Below is a diagram of the current software architecture, which can be further divided into 4 layers.

architecture

Access Layer

The access layer is the user-facing layer that integrates with external software to allow users to manage the lifecycle of automated workflows. This is typically done through integrating with external software such as laboratory information management systems that provide powerful user interfaces for designing experiments and capturing experimental data. Good examples are Riffyn Nexus and Benchling. There can be more than one integrations plugged into the lab automation system, and they can all work simultaneously.

While one would typically use the same integration for both designing experimental workflows and capturing experimental data, it is not strictly necessary. It is entirely feasible to have one software for workflow design (such as Riffyn Nexus), and another for data capture (such as an AWS S3 bucket). This however, means that data might not be able to flow from one step to the next, making it harder to build cohesive workflows.

You can also use your own custom software for the access layer, as long as it exposes an API that can be used by the routing layer. See below for more details.

Routing Layer

The routing layer is responsible for moving data to the right places within the system, and is further broken down into the control plane and data plane.
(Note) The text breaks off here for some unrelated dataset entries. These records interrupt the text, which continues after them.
package org.resonancegate.units;

import java.util.List;
import java.util.Optional;
import java.util.regex.Pattern;
import java.util.stream.Collectors;

/**
 * Reads {@code "<number> <unit>"} strings ({@code "1850 kg"}, {@code "2.4 MN/m"}) into SI values,
 * checking the unit against the dimension the key expects. Messages name the key and list the
 * units that would be accepted, so a user can fix the value from the message alone.
 */
public final class QuantityParser {

    private static final Pattern NON_FINITE =
            Pattern.compile("\\s*[+-]?(?:nan|inf|infinity|∞)\\b.*", Pattern.CASE_INSENSITIVE);

    private QuantityParser() {
    }

    /**
     * Reads {@code text} as a quantity of dimension {@code expected}.
     *
     * @param key the key the text was written under, named in messages
     */
    public static UnitParse parse(String written, Dimension expected, String key) {
        // The SI style puts a (narrow) no-break space between number and unit; editors paste those too.
        String text = hasOddSpace(written)
                ? written.replace('\u00A0', ' ').replace('\u202F', ' ').replace('\u2009', ' ') : written;
        // every value of every spec passes here: a hand-written scan instead of a regex, and the
        // words of a message are put together only when there is one
        String what = UnitTable.describe(expected);
        Scan m = Scan.of(text);
        if (m == null) {
            if (NON_FINITE.matcher(text).matches()) {
                String example = exampleFor(expected, "1");
                return new UnitParse.Problem("\"" + key + "\": \"" + text + "\" is not a finite number; write " + article(what)
                        + what + " such as \"" + example + "\"");
            }
            String example = exampleFor(expected, "1");
            String accepted = UnitTable.acceptedSymbols(expected);
            return new UnitParse.Problem("\"" + key + "\": \"" + text + "\" does not start with a number; write " + article(what)
                    + what + " as \"<number> <unit>\", such as \"" + example + "\" (units: " + accepted + ")");
        }
        String number = m.number();
        String unitText = m.unit();
        double value = Double.parseDouble(number);
        if (Double.isInfinite(value)) {
            return new UnitParse.Problem("\"" + key + "\": the number " + number
                    + " is too large to hold (beyond ±1.8e308); write a finite " + what);
        }
        if (unitText.isEmpty()) {
            String accepted = UnitTable.acceptedSymbols(expected);
            return new UnitParse.Problem("\"" + key + "\": \"" + text + "\" has no unit; " + article(what) + what
                    + " needs one, such as \"" + exampleFor(expected, number) + "\" (units: " + accepted + ")");
        }
        if (unitText.length() > 1 && unitText.charAt(0) == ',' && unitText.charAt(1) >= '0' && unitText.charAt(1) <= '9') {
            return new UnitParse.Problem("\"" + key + "\": \"" + text + "\" uses a decimal comma; write the decimal"
                    + " point as '.', such as \"" + number + "." + unitText.substring(1) + "\"");
        }
        if (!m.spaced()) {
            // The format writes number, space, unit; a file that runs them together would read
            // differently elsewhere (and "5e3" against "5 e3" shows why the space matters).
            return new UnitParse.Problem("\"" + key + "\": \"" + text + "\" needs a space between the number and"
                    + " the unit, such as \"" + number + " " + unitText + "\"");
        }
        Optional<Unit> unit = UnitTable.find(unitText, expected);
        if (unit.isPresent()) {
            double si = unit.get().toSi(number);
            if (Double.isInfinite(si)) {
                return new UnitParse.Problem("\"" + key + "\": \"" + text + "\" is too large to hold in SI");
            }
            return new UnitParse.Value(si, unit.get());
        }
        String accepted = UnitTable.acceptedSymbols(expected);
        List<Unit> others = UnitTable.findAny(unitText);
        if (!others.isEmpty()) {
            String is = others.stream().map(u -> UnitTable.describe(u.dimension()))
                    .distinct().collect(Collectors.joining(" or "));
            String hint = expected == Dimension.ACCELERATION && unitText.equals("g")
                    ? " ('g' is the gram; standard gravity is written 'gn')" : "";
            return new UnitParse.Problem("\"" + key + "\": the unit '" + unitText + "' is " + article(is) + is
                    + ", but \"" + key + "\" expects " + article(what) + what + "; accepted units: " + accepted + hint);
        }
        StringBuilder message = new StringBuilder("\"" + key + "\": unknown unit '" + unitText + "' for " + article(what) + what
                + "; accepted units: " + accepted);
        List<String> spellings = UnitTable.units(expected).stream().map(Unit::symbol).toList();
        Optional<String> near = Suggestions.closest(unitText, spellings);
        near.ifPresent(s -> message.append(" (did you mean '").append(s).append("'?)"));
        return new UnitParse.Problem(message.toString());
    }

    private static boolean hasOddSpace(String s) {
        for (int i = 0; i < s.length(); i++) {
            char c = s.charAt(i);
            if (c == '\u00A0' || c == '\u202F' || c == '\u2009') {
                return true;
            }
        }
        return false;
    }

    /** "a " or "an ", by the first letter of the word that follows. */
    public static String article(String word) {
        return "aeiou".indexOf(Character.toLowerCase(word.charAt(0))) >= 0 ? "an " : "a ";
    }

    /** An example for messages, with the number the user wrote and the dimension's usual unit. */
    public static String exampleFor(Dimension dimension, String number) {
        return number + " " + UnitTable.usualSymbol(dimension);
    }

    /**
     * {@code text} split as {@code <spaces><number><spaces><unit><spaces>}, the number being
     * {@code [+-]digits[.digits][e[+-]digits]} or {@code [+-].digits[e[+-]digits]}; null when it
     * does not start with a number, or when the unit holds a line break.
     *
     * @param spaced whether a space separates the number from the unit
     */
    private record Scan(String number, boolean spaced, String unit) {

        static Scan of(String text) {
            int n = text.length();
            int i = skipSpaces(text, 0);
            int start = i;
            if (i < n && (text.charAt(i) == '+' || text.charAt(i) == '-')) {
                i++;
            }
            int intDigits = digits(text, i);
            i += intDigits;
            if (intDigits > 0) {
                if (i < n && text.charAt(i) == '.') {
                    i += 1 + digits(text, i + 1);
                }
            } else {
                int fraction = i < n && text.charAt(i) == '.' ? digits(text, i + 1) : 0;
                if (fraction == 0) {
                    return null;
                }
                i += 1 + fraction;
            }
            if (i < n && (text.charAt(i) == 'e' || text.charAt(i) == 'E')) {
                int j = i + 1;
                if (j < n && (text.charAt(j) == '+' || text.charAt(j) == '-')) {
                    j++;
                }
                int exponent = digits(text, j);
                if (exponent > 0) {
                    i = j + exponent;
                }
            }
            String number = text.substring(start, i);
            int unitStart = skipSpaces(text, i);
            int end = n;
            while (end > unitStart && isSpace(text.charAt(end - 1))) {
                end--;
            }
            for (int k = unitStart; k < end; k++) {
                if (isLineBreak(text.charAt(k))) {
                    return null;
                }
            }
            return new Scan(number, unitStart > i, text.substring(unitStart, end));
        }

        private static int digits(String text, int from) {
            int i = from;
            while (i < text.length() && text.charAt(i) >= '0' && text.charAt(i) <= '9') {
                i++;
            }
            return i - from;
        }

        private static int skipSpaces(String text, int from) {
            int i = from;
            while (i < text.length() && isSpace(text.charAt(i))) {
                i++;
            }
            return i;
        }

        /** The characters a regular expression's {@code \s} matches. */
        private static boolean isSpace(char c) {
            return c == ' ' || c == '\t' || c == '\n' || c == 0x0B || c == '\f' || c == '\r';
        }

        /** The line terminators a regular expression's {@code .} does not match. */
        private static boolean isLineBreak(char c) {
            return c == '\n' || c == '\r' || c == '\u0085' || c == '\u2028' || c == '\u2029';
        }
    }
}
The control plane is responsible for watching for specific events from integrations in the access layer and generating protocol triggers based on those events. An example of an event is a user initiating an experiment in the Riffyn Nexus UI. These triggers are then sent to downstream services in the service layer via a publish-subscribe mechanism, where Redis is used as the message queue in this architecture. Downstream services subscribed to Redis will then receive the protocol trigger and be able to respond accordingly. To watch for events in the access layer, a plugin that integrates with the desired API needs to be provided to the service.control-tower. It is up to the plugin to handle how events are watched - through long polling, webhooks, etc.

The data plane is responsible for forwarding data from the service layer back up to the access layer. Services in the service layer that need to export data can send them to the service.data-gateway via a HTTP request, which will then forward them to upstream destinations through its plugins. Similar to above, these plugins need to integrate with the API of the desired destination in the access layer.

Service Layer

The service layer consists of the services that integrate with downstream automation targets in the device layer. These services are subscribed to the message queue and are responsible for responding accordingly to protocol triggers for protocols that they implement.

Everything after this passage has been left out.